Cooper‑Standard Holdings launches $1.1B 9.25% senior secured notes to refinance and extend debt
- Cooper‑Standard unit is issuing $1.10bn of 9.25% senior secured first‑lien notes due 2031, with multi‑entity guarantees. • Net proceeds plus cash will redeem shorter‑dated, higher‑coupon notes, replacing them with longer‑dated secured debt. • Financing centralizes senior secured guarantees, extends maturities, and forms part of Cooper‑Standard's capital‑structure plan.
CooperStandard launches $1.1 billion secured note to reshape debt profile
Cooper‑Standard Holdings’ wholly owned unit, Cooper‑Standard Automotive Inc., is pricing a private offering of $1.10 billion aggregate principal amount of 9.250% Senior Secured First Lien Notes due 2031, the company says. The new notes constitute senior secured obligations of the issuer and carry guarantees on a senior secured basis from CS Intermediate HoldCo 1 LLC and certain domestic subsidiaries that already guarantee other indebtedness. Cooper‑Standard Latin America B.V. provides a separate guarantee on a senior unsecured basis and also guarantees the issuer’s senior asset‑based revolving credit facility.

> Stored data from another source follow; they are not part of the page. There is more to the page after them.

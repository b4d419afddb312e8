import type { MachineProfile } from '@/strategy/machine.ts';
import { focusForDial } from '@/strategy/beam/index.ts';
import type { Stage, StageQuantities } from '@/strategy/pierce/stage.ts';
import type { Dimension, UnitSystem } from '@/strategy/units/index.ts';
import { stageEnds, type LaneName } from './section-layout.ts';

/** What is dragged in a lane. Mean power is moved by its peak; the duty stays. */
export type KnotQuantity = Extract<
  keyof StageQuantities,
  'standoff' | 'focusPosition' | 'peakPower' | 'oxygenPressure'
>;

export const laneQuantity: Readonly<Record<LaneName, KnotQuantity>> = {
  standoff: 'standoff',
  focusPosition: 'focusPosition',
  meanPower: 'peakPower',
  oxygenPressure: 'oxygenPressure',
};

export type KnotEnd = { readonly stage: number; readonly end: 'from' | 'to' };

/** A number of a lane that can be moved: of one stage's end, or of two that meet without a step. */
export type Knot = {
  readonly lane: LaneName;
  readonly time: number; // s
  /** As drawn in the lane, SI. */
  readonly value: number;
  /** As set, SI: the peak where the lane shows the mean. */
  readonly set: number;
  readonly duty: number;
  readonly ends: readonly [KnotEnd, ...KnotEnd[]];
};

/** What is chosen in the drawing: a knot of a lane, or the end of a stage on the time axis. */
export type Target =
  | { readonly kind: 'knot'; readonly lane: LaneName; readonly stage: number; readonly end: 'from' | 'to' }
  | { readonly kind: 'duration'; readonly stage: number };

export type Range = { readonly min: number; readonly max: number };

/** The knots of a lane in the order of time; where two stages meet in a step there are two. */
export function laneKnots(stages: readonly Stage[], lane: LaneName): readonly Knot[] {
  const ends = stageEnds(stages);
  const knot = (at: StageQuantities, time: number, ...own: [KnotEnd, ...KnotEnd[]]): Knot => ({
    lane,
    time,
    value: lane === 'meanPower' ? at.peakPower * at.duty : at[lane],
    set: at[laneQuantity[lane]],
    duty: at.duty,
    ends: own,
  });
  return stages.flatMap((stage, index) => {
    const end = ends[index] ?? 0;
    const before = stages[index - 1];
    const next = stages[index + 1];
    const joinsNext = next !== undefined && meets(stage.to, next.from, lane);
    const last = knot(
      stage.to,
      end,
      { stage: index, end: 'to' },
      ...(joinsNext ? [{ stage: index + 1, end: 'from' } as const] : []),
    );
    if (before !== undefined && meets(before.to, stage.from, lane)) return [last];
    return [knot(stage.from, end - stage.duration, { stage: index, end: 'from' }), last];
  });
}

const meets = (a: StageQuantities, b: StageQuantities, lane: LaneName): boolean =>
  lane === 'meanPower' ? a.peakPower === b.peakPower && a.duty === b.duty : a[lane] === b[lane];

/** The knot that a target means; where ends have joined since, the one that holds its number. */
export const knotOf = (stages: readonly Stage[], target: Target): Knot | undefined =>
  target.kind === 'knot'
    ? laneKnots(stages, target.lane).find(({ ends }) =>
        ends.some(({ stage, end }) => stage === target.stage && end === target.end),
      )
    : undefined;

export const targetOf = ({ lane, ends: [first] }: Knot): Target => ({ kind: 'knot', lane, ...first });

export const targetSame = (a: Target | null, b: Target): boolean =>
  a !== null &&
  a.kind === b.kind &&
  a.stage === b.stage &&
  (a.kind !== 'knot' || b.kind !== 'knot' || (a.lane === b.lane && a.end === b.end));

/** What the number is now, SI; null when the target is gone. */
export function targetValue(stages: readonly Stage[], target: Target): number | null {
  if (target.kind === 'duration') return stages[target.stage]?.duration ?? null;
  return knotOf(stages, target)?.set ?? null;
}

/** The stages with the target's number changed: both sides of a knot, or one stage longer or shorter with the later ones moved along. */
export function targetMoved(stages: readonly Stage[], target: Target, value: number): readonly Stage[] {
  if (target.kind === 'duration') {
    return stages.map((stage, index) => (index === target.stage ? { ...stage, duration: value } : stage));
  }
  const ends = knotOf(stages, target)?.ends ?? [];
  const quantity = laneQuantity[target.lane];
  return stages.map((stage, index) => {
    const own = ends.filter((one) => one.stage === index);
    return own.reduce<Stage>(
      (changed, { end }) => ({ ...changed, [end]: { ...changed[end], [quantity]: value } }),
      stage,
    );
  });
}

const bar = 1e5;
const mm = 1e-3;
/** What a strategy may hold and the model can follow, whichever is narrower, SI. */
const widest: Readonly<Record<KnotQuantity, Range>> = {
  standoff: { min: 0.1 * mm, max: 50 * mm },
  focusPosition: { min: -50 * mm, max: 50 * mm },
  peakPower: { min: 1, max: 60_000 },
  oxygenPressure: { min: 0, max: 25 * bar },
};
/** A stage of less than a tenth of a second can be typed, not dragged. */
const durations: Range = { min: 0.1, max: 600 };

/** Where the target may be moved to: within the machine and what a strategy may hold. A number outside stays where it is. */
export function targetRange(stages: readonly Stage[], target: Target, profile: MachineProfile): Range {
  const now = targetValue(stages, target) ?? 0;
  if (target.kind === 'duration') return { ...durations, min: Math.min(durations.min, now) };
  const all = machineRanges(stages, target, profile);
  const min = Math.max(...all.map((range) => range.min));
  const max = Math.min(...all.map((range) => range.max));
  return min <= max ? { min, max } : { min: now, max: now };
}

function machineRanges(stages: readonly Stage[], target: Target & { kind: 'knot' }, profile: MachineProfile): Range[] {
  const quantity = laneQuantity[target.lane];
  switch (quantity) {
    case 'standoff':
      return [widest.standoff, profile.standoff];
    case 'peakPower':
      return [widest.peakPower, { min: profile.source.minPower, max: profile.source.maxPower }];
    case 'oxygenPressure':
      return [widest.oxygenPressure, { min: profile.oxygen.minPressure, max: profile.oxygen.maxPressure }];
    case 'focusPosition': {
      // a dial referred to the nozzle reaches other positions at another standoff
      const standoffs = (knotOf(stages, target)?.ends ?? []).flatMap(
        ({ stage, end }) => stages[stage]?.[end].standoff ?? [],
      );
      const { minDial, maxDial } = profile.focusScale;
      return [
        widest.focusPosition,
        ...standoffs.map((standoff) => {
          const reached = [minDial, maxDial].map((dial) => focusForDial(profile.focusScale, dial, standoff));
          return { min: Math.min(...reached), max: Math.max(...reached) };
        }),
      ];
    }
  }
}

/** Steps of a number, SI: a key or button, one with Shift, and what a drag snaps to. */
export type Steps = { readonly fine: number; readonly coarse: number; readonly snap: number };

const inch = 25.4 * mm;
const psi = 6894.757293168;
const lengthSteps = {
  metric: { fine: 0.1 * mm, coarse: 1 * mm, snap: 0.5 * mm },
  inch: { fine: 0.005 * inch, coarse: 0.05 * inch, snap: 0.02 * inch },
};
const powerSteps = { fine: 50, coarse: 500, snap: 100 };
const timeSteps = { fine: 0.1, coarse: 1, snap: 0.1 };

export function targetSteps(target: Target, system: UnitSystem): Steps {
  if (target.kind === 'duration') return timeSteps;
  switch (target.lane) {
    case 'standoff':
    case 'focusPosition':
      return lengthSteps[system];
    case 'meanPower':
      return powerSteps;
    case 'oxygenPressure':
      return system === 'metric'
        ? { fine: 0.05 * bar, coarse: 0.5 * bar, snap: 0.05 * bar }
        : { fine: 1 * psi, coarse: 5 * psi, snap: 1 * psi };
  }
}

export const targetDimension = (target: Target): Dimension => {
  if (target.kind === 'duration') return 'time';
  return target.lane === 'meanPower' ? 'power' : target.lane === 'oxygenPressure' ? 'pressure' : 'length';
};

/** The next multiple of the step above or below. */
export function stepped(value: number, direction: 1 | -1, step: number): number {
  const at = value / step;
  const next = direction > 0 ? Math.floor(at + 1e-6) + 1 : Math.ceil(at - 1e-6) - 1;
  return exact(next * step);
}

/** The nearest multiple of the step. */
export const snapped = (value: number, step: number): number => exact(Math.round(value / step) * step);

export const clamped = (value: number, { min, max }: Range): number => Math.min(max, Math.max(min, value));

/** Without the last digits that a product of decimals leaves behind. */
const exact = (value: number): number => Number(value.toPrecision(12));
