import type { MachineProfile } from '@/strategy/machine.ts';
import type { Target } from './knots.ts';

/** How the numbers of the drawing are moved. */
export type KnotEditing = {
  readonly profile: MachineProfile;
  readonly target: Target | null;
  readonly onTarget: (target: Target) => void;
  /** While something is dragged: the value it would get; null when it goes back to where it was. */
  readonly onPreview: (preview: { target: Target; value: number } | null) => void;
  readonly onCommit: (target: Target, value: number) => void;
  /** A key or a button has been let go: what follows is another step. */
  readonly onSettle: () => void;
};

The company intends to use the net proceeds, together with cash on hand, to redeem several outstanding securities, including its 13.50% Cash Pay/PIK Toggle Senior Secured First Lien Notes due 2027, its 5.625% Cash Pay/10.625% PIK Toggle Senior Secured Third Lien Notes due 2027, and its 5.625% Senior Notes due 2026. The issuance is structured to pay applicable redemption prices, any premiums and related fees and expenses, representing a focused liability‑management step that replaces shorter‑dated and higher‑coupon obligations with a longer‑dated secured instrument.

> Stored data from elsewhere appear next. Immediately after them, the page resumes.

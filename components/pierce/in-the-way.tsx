import type { ReactNode } from 'react';
import { proposeText } from '@/components/text/pierce-designer.ts';
import { Notice } from '@/components/ui/notice.tsx';
import { Body } from '@/components/ui/text.tsx';
import type { PierceProposal } from '@/strategy/pierce/index.ts';

type InTheWayProps = { proposal: PierceProposal & { kind: 'none' }; children: ReactNode };

/** No routine keeps all that was asked: which limit is in the way, what would have to give, and what can be done now. */
export function InTheWay({ proposal: { why, inTheWay }, children }: InTheWayProps) {
  return (
    <Notice kind="caution" title={proposeText.none} live>
      {inTheWay.length === 0 ? (
        <Body>{why}</Body>
      ) : (
        <>
          <Body strong>{proposeText.gives}</Body>
          {inTheWay.map(({ sentence }) => (
            <Body key={sentence}>{sentence}</Body>
          ))}
        </>
      )}
      {children}
    </Notice>
  );
}
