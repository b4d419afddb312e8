import { useMemo, useState } from 'react';
import { predictionOf } from '@/shared/prediction.ts';
import type { Prediction, StrategyContent } from '@/shared/strategies.ts';
import type { MachineProfile, Nozzle } from '@/strategy/machine.ts';
import type { ReserveRules } from '@/strategy/pierce/index.ts';

export type LivePrediction = {
  /** The last one that could be computed. */
  readonly prediction: Prediction;
  /** The content it belongs to: stages are drawn as they were predicted. */
  readonly content: StrategyContent;
  /** It is not of the numbers on the screen. */
  readonly behind: boolean;
};

/** The prediction as one types; while a number is wrong, or machine and nozzle are not here yet, the last good one stays. */
export function usePrediction(
  content: StrategyContent,
  sound: boolean,
  profile: MachineProfile | null,
  nozzle: Nozzle | null,
  rules: ReserveRules,
  first: LivePrediction,
): LivePrediction {
  const now = useMemo(() => {
    if (!sound || !profile || !nozzle) return null;
    const prediction = predicted(content, profile, nozzle, rules);
    return prediction && { prediction, content, behind: false };
  }, [content, sound, profile, nozzle, rules]);
  const [last, setLast] = useState(first);
  if (now && now !== last) setLast(now);
  return now ?? { ...last, behind: sound ? last.content !== content : true };
}

/** The prediction of any content; null where the model can't follow. */
export function predicted(
  content: StrategyContent,
  profile: MachineProfile,
  nozzle: Nozzle,
  rules: ReserveRules,
): Prediction | null {
  try {
    return predictionOf({ content, profile, nozzle }, rules);
  } catch (error) {
    // the computation refuses what its model cannot take; the fields' own ranges are wider
    if (error instanceof RangeError) return null;
    throw error;
  }
}
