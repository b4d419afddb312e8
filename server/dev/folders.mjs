import { createHash } from 'node:crypto';
import fs from 'node:fs';
import path from 'node:path';
import { fileURLToPath } from 'node:url';

export const root = path.resolve(path.dirname(fileURLToPath(import.meta.url)), '../..');

/**
 * Everything the two commands make for themselves: databases, stored files, caches. Git-ignored; deleting it starts anew.
 * CINDERPATH_HOUSE names another folder, so that the commands can be tested beside a product that runs.
 */
export const house = path.resolve(process.env.CINDERPATH_HOUSE ?? path.join(root, '.house'));

export function houseFolder(...parts) {
  const folder = path.join(house, ...parts);
  fs.mkdirSync(folder, { recursive: true });
  return folder;
}

/** SHA-256 over the names and contents of files and folders, given relative to the root. */
export function sourcesHash(entries) {
  const hash = createHash('sha256');
  const visit = (relative) => {
    const full = path.join(root, relative);
    if (!fs.existsSync(full)) return;
    if (fs.statSync(full).isDirectory()) {
      for (const name of fs.readdirSync(full).sort()) if (!name.startsWith('.')) visit(path.join(relative, name));
      return;
    }
    hash.update(relative).update('\0').update(fs.readFileSync(full)).update('\0');
  };
  entries.forEach(visit);
  return hash.digest('hex');
}
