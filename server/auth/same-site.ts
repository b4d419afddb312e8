import type { RequestHandler } from 'express';
import { AppError } from '../errors.ts';

/**
 * Refuses a change that another site's page asks for. Browsers say where a request comes from (Sec-Fetch-Site, and Origin in older
 * ones); the cookie's SameSite is the second bolt. Programs that say neither hold no cookie of somebody else's.
 */
export const refuseOtherSites: RequestHandler = (request, _response, next) => {
  if (['GET', 'HEAD', 'OPTIONS'].includes(request.method)) {
    next();
    return;
  }
  const site = request.get('Sec-Fetch-Site');
  const origin = request.get('Origin');
  const foreign =
    site === undefined
      ? origin !== undefined && hostOf(origin) !== request.get('Host')
      : !['same-origin', 'none'].includes(site);
  next(foreign ? new AppError('not-allowed', 'This request came from another site’s page.') : undefined);
};

function hostOf(origin: string): string | null {
  try {
    return new URL(origin).host;
  } catch {
    // "null": a page without an origin of its own
    return null;
  }
}
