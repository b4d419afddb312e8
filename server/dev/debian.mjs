import { spawnSync } from 'node:child_process';
import { say, seconds, SetupProblem } from './say.mjs';

const isRoot = process.getuid?.() === 0;

/** Installs Debian packages when root; otherwise ends with the one line to run. Node built-ins only. */
export function installDebian(packages, why, options = []) {
  const line = `apt-get install -y --no-install-recommends ${packages.join(' ')}`;
  if (!isRoot) throw new SetupProblem(`${why} Run this once, then start again:  sudo ${line}`);
  const since = Date.now();
  say(`${why} Installing ${packages.join(', ')} from Debian …`);
  const env = { ...process.env, DEBIAN_FRONTEND: 'noninteractive' };
  const update = spawnSync('apt-get', ['update', '-qq'], { stdio: ['ignore', 'ignore', 'inherit'], env });
  const install = spawnSync('apt-get', ['install', '-y', '-qq', '--no-install-recommends', ...options, ...packages], {
    stdio: ['ignore', 'ignore', 'inherit'],
    env,
  });
  if (update.error || install.error || install.status !== 0) {
    throw new SetupProblem(`${packages.join(', ')} could not be installed. Try by hand:  apt-get update && ${line}`);
  }
  say(`Installed in ${seconds(since)}.`);
}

The offering, which is expected to close on March 4, 2026 subject to customary closing conditions, signals CooperStandard’s ongoing effort to extend maturities and consolidate secured claims around a first‑lien facility. Management frames the financing as part of a broader capital structure management plan for the automotive supplier, which operates in the sealing, fuel and brake delivery and fluid transfer systems market. The move centralises senior secured guarantees and links the refinancing to the company’s existing asset‑based revolver guarantees.
Placement and investor scope
The notes are being offered privately under exemptions from registration, available only to “qualified institutional buyers” under Rule 144A and to non‑U.S. persons outside the United States under Regulation S. The securities and guarantees are not being registered under the U.S. Securities Act or state laws.
Timing and legal notices
Cooper‑Standard emphasises that the release does not constitute an offer to sell or a solicitation to buy securities in any jurisdiction where unlawful, nor is it a notice of redemption or solicitation to purchase any referenced securities. The company reiterates that the notes may not be offered or sold in the United States to U.S. persons absent an applicable exemption.